Last updated: February 26, 2026 5 min read

Table of Contents

  1. Email Subject Lines
  2. Headlines and Blog Titles
  3. Ad Copy
  4. Client Deliverables
  5. Other Case Converter Tools for Writers
  6. Frequently Asked Questions

Copywriters deal with capitalization decisions constantly. Every headline, email subject line, ad header, and product title needs consistent casing. Getting it wrong isn't just a style error — it signals sloppiness to clients and readers.

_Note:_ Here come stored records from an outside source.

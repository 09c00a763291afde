#include "sim/simulate.hpp"

#include <algorithm>
#include <stdexcept>

#include "models/parallel.hpp"
#include "sim/channels.hpp"

namespace tocsin {

ShiftCalendar calendar_for(const SimulationSetup& setup, const Population& population, std::optional<Instant> cover_from,
                           std::optional<Instant> cover_until) {
    Instant from = population.period_start, to = population.period_end;
    for (const Encounter& e : population.encounters) {
        from = std::min(from, e.admitted);
        to = std::max(to, e.discharged);
    }
    if (cover_from) from = std::min(from, *cover_from);
    if (cover_until) to = std::max(to, *cover_until);
    return ShiftCalendar(setup.shifts, setup.zone, from, to + 1);
}

namespace {

// What the per-encounter plans (page, chart interruption) gave on one block of
// encounters: per plan, the notices in encounter order and the occasions.
struct EncounterBlock {
    std::vector<std::vector<Notice>> notices;
    std::vector<std::int64_t> occasions;
};

// Plans whose instants are chart openings.
bool has_chart_plan(const SimulationSetup& setup) {
    return std::any_of(setup.plans.begin(), setup.plans.end(), [](const Plan& p) {
        return p.channel == Channel::chart_interruption || p.channel == Channel::score_lookup;
    });
}

bool has_lookup_plan(const SimulationSetup& setup) {
    return std::any_of(setup.plans.begin(), setup.plans.end(),
                       [](const Plan& p) { return p.channel == Channel::score_lookup; });
}

// Every per-encounter plan over encounters [first, last): all plans for one
// encounter while its scores are in cache. Handoff lists and ranked reviews
// share their instants across patients: they run as sweeps over the current
// inpatients (run_round_channel).
void fire_encounter_plans(const SimulationSetup& setup, const Population& population, const RuleClock& clock,
                          const ChartOpeningLog* replayed_openings, std::uint64_t replication, std::size_t first,
                          std::size_t last, EncounterBlock& out) {
    const std::size_t n_plans = setup.plans.size();
    out.notices.assign(n_plans, {});
    out.occasions.assign(n_plans, 0);
    const bool any_chart = has_chart_plan(setup), any_lookup = has_lookup_plan(setup);
    EncounterOpenings openings;
    for (std::size_t e = first; e < last; ++e) {
        bool any_scores = false;
        for (std::size_t k = 0; k < population.score_count(); ++k) any_scores = any_scores || !population.scores_of(e, k).empty();
        if (!any_scores && !any_chart) continue;
        const auto enc = static_cast<std::uint32_t>(e);
        const std::uint32_t unit = population.encounters[e].unit;
        // Openings are drawn once per encounter and shared by every chart plan.
        if (any_chart)
            openings_for_encounter(setup, population, replayed_openings, e, replication, openings, any_lookup);
        for (std::size_t p = 0; p < n_plans; ++p) {
            const Plan& plan = setup.plans[p];
            const auto pi = static_cast<std::uint32_t>(p);
            const auto scores = population.scores_of(e, plan.score);
            if (plan.channel == Channel::page) {
                fire_page_rule(plan.rule, clock, scores, enc, unit, pi, plan.channel, out.notices[p]);
                out.occasions[p] += static_cast<std::int64_t>(scores.size());
            } else if (plan.channel == Channel::chart_interruption) {
                out.occasions[p] += fire_chart_rule(plan, clock, scores, openings, enc, unit, pi, out.notices[p]);
            } else if (plan.channel == Channel::score_lookup) {
                out.occasions[p] += fire_lookup_rule(plan, clock, scores, openings, enc, unit, pi, out.notices[p]);
            }
        }
    }
}

// Plan p's notices from every block, concatenated in block order (so in
// encounter order) and then put in time order; the blocks' notices are freed.
void join_blocks(std::vector<EncounterBlock>& blocks, std::size_t p, PlanRecord& out) {
    std::size_t total = 0;
    for (const EncounterBlock& b : blocks) {
        total += b.notices[p].size();
        out.occasions += b.occasions[p];
    }
    out.notices.reserve(total);
    for (EncounterBlock& b : blocks) {
        out.notices.insert(out.notices.end(), b.notices[p].begin(), b.notices[p].end());
        std::vector<Notice>().swap(b.notices[p]);
    }
    std::stable_sort(out.notices.begin(), out.notices.end(),
                     [](const Notice& a, const Notice& b) { return a.at < b.at; });
}

// Whether each notice of a plan that declares fatigue leads to an evaluation,
// now that every notice of the plan is known in time order (sim/fatigue.hpp).
void respond_with_fatigue(const SimulationSetup& setup, const Plan& plan, std::uint64_t replication,
                          PlanRecord& record) {
    const double base = plan.channel == Channel::chart_interruption ? plan.chart.acceptance_probability
                                                                    : plan.fatigue->base_response;
    const RecipientTeams teams{!setup.has_staff() || setup.roles[plan.staffing.first_role].per_unit};
    record.loads = apply_fatigue(record.notices, *plan.fatigue, base, teams, ReplicationSeed{setup.seed, replication});
}

// One plan's staff. Only notices that ask for a bedside evaluation become
// tasks (an interruption that is dismissed, a flag nobody follows up, do not);
// TaskRecord::notice is mapped back to the index among all the plan's notices.
StaffRun staff_for_plan(const std::vector<Notice>& notices, std::span<const OtherTask> other_work,
                        const StaffModel& model, const StaffPlan& staffing, const ShiftCalendar& calendar,
                        ReplicationSeed draws) {
    std::vector<Notice> asked;
    std::vector<std::uint32_t> original;
    for (std::uint32_t i = 0; i < notices.size(); ++i)
        if (notices[i].asks_evaluation) {
            asked.push_back(notices[i]);
            original.push_back(i);
        }
    StaffRun run = simulate_staff(asked, other_work, model, staffing, calendar, calendar.shifts().back().end, draws);
    for (TaskRecord& t : run.tasks) t.notice = original[t.notice];
    return run;
}

// Each plan has a staff of its own (with its own escalation and roster when it
// declares them): plans are alternatives, not rivals for the same nurses. Plans are independent here, so they run side by side with
// identical results, busiest first, each taken by the next free thread.
void run_staff(const SimulationSetup& setup, const Population& population, const ShiftCalendar& calendar,
               std::uint64_t replication, unsigned threads, ReplicationRecord& record) {
    const std::size_t n_plans = setup.plans.size();
    const auto units = static_cast<std::uint32_t>(population.units.size());
    std::vector<std::size_t> order(n_plans);
    for (std::size_t p = 0; p < n_plans; ++p) order[p] = p;
    std::stable_sort(order.begin(), order.end(), [&](std::size_t a, std::size_t b) {
        return record.plans[a].notices.size() > record.plans[b].notices.size();
    });
    // The same other work reaches every plan's staff (it depends on no plan).
    const std::vector<OtherTask> other_work =
        generate_other_work(setup.roles, std::max<std::uint32_t>(1, units), setup.zone, calendar.shifts().front().start,
                            calendar.shifts().back().end, ReplicationSeed{setup.seed, replication});
    parallel_for(n_plans, threads, [&](std::size_t k) {
        const std::size_t p = order[k];
        // One capacity model for reviews: the review team declared on the
        // review does them at minutes_per_review, within its capacity per
        // round; they are not also queued as tasks of the roles, which would
        // cost each review twice (README, "The other channels").
        if (setup.plans[p].channel == Channel::ranked_review) return;
        const StaffModel model = staff_model(setup, setup.plans[p], units);
        record.plans[p].staff = staff_for_plan(record.plans[p].notices, other_work, model, setup.plans[p].staffing, calendar,
                                               ReplicationSeed{setup.seed, replication});
    });
}

}  // namespace

ReplicationRecord simulate_replication(const SimulationSetup& setup, const Population& population,
                                       const ShiftCalendar& calendar, std::uint64_t replication, unsigned threads,
                                       const ChartOpeningLog* replayed_openings, PhaseLog* phases) {
    const std::size_t n_plans = setup.plans.size();
    const std::size_t n_enc = population.encounters.size();
    if (has_chart_plan(setup) && setup.chart_openings && !setup.chart_openings->replay_path.empty() &&
        !replayed_openings)
        throw std::logic_error("the scenario replays chart openings but none were passed to the simulation");
    // Contiguous blocks of encounters, one per thread, joined in block order:
    // the record is identical whatever the thread count.
    const unsigned n_blocks =
        std::max(1u, std::min<unsigned>(threads, static_cast<unsigned>(std::max<std::size_t>(1, n_enc / 1024))));
    std::vector<EncounterBlock> blocks(n_blocks);
    ReplicationRecord record;
    {
        const auto span = phase(phases, "simulate");
        const RuleClock clock{&setup.zone, &calendar};
        parallel_for(n_blocks, n_blocks, [&](std::size_t b) {
            fire_encounter_plans(setup, population, clock, replayed_openings, replication, n_enc * b / n_blocks,
                                 n_enc * (b + 1) / n_blocks, blocks[b]);
        });
        record.replication = replication;
        record.plans.resize(n_plans);
        for (std::size_t p = 0; p < n_plans; ++p) {
            const Plan& plan = setup.plans[p];
            if (plan.channel == Channel::handoff_list || plan.channel == Channel::ranked_review)
                record.plans[p] =
                    run_round_channel(setup, population, calendar, plan, static_cast<std::uint32_t>(p), replication);
            else
                join_blocks(blocks, p, record.plans[p]);
            if (plan.fatigue) respond_with_fatigue(setup, plan, replication, record.plans[p]);
        }
    }
    const auto span = phase(setup.has_staff() ? phases : nullptr, "staff");
    if (setup.has_staff()) run_staff(setup, population, calendar, replication, n_blocks, record);
    return record;
}

}  // namespace tocsin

Our free case converter handles all five case types in one tool: UPPERCASE, lowercase, Title Case, Sentence case, and aLtErNaTiNg. Here's how copywriters actually use it.

Email Subject Lines — Sentence Case vs Title Case

The data on this is clear enough: sentence case subject lines tend to feel more personal and generate slightly higher open rates in most split tests. But brand voice matters more than any single test.

A few client rules you might be following:

Whatever rule the client follows, you shouldn't be manually scanning subject lines for inconsistencies. Paste them all into the converter, click once, done. Batch multiple subjects at once by pasting them line by line.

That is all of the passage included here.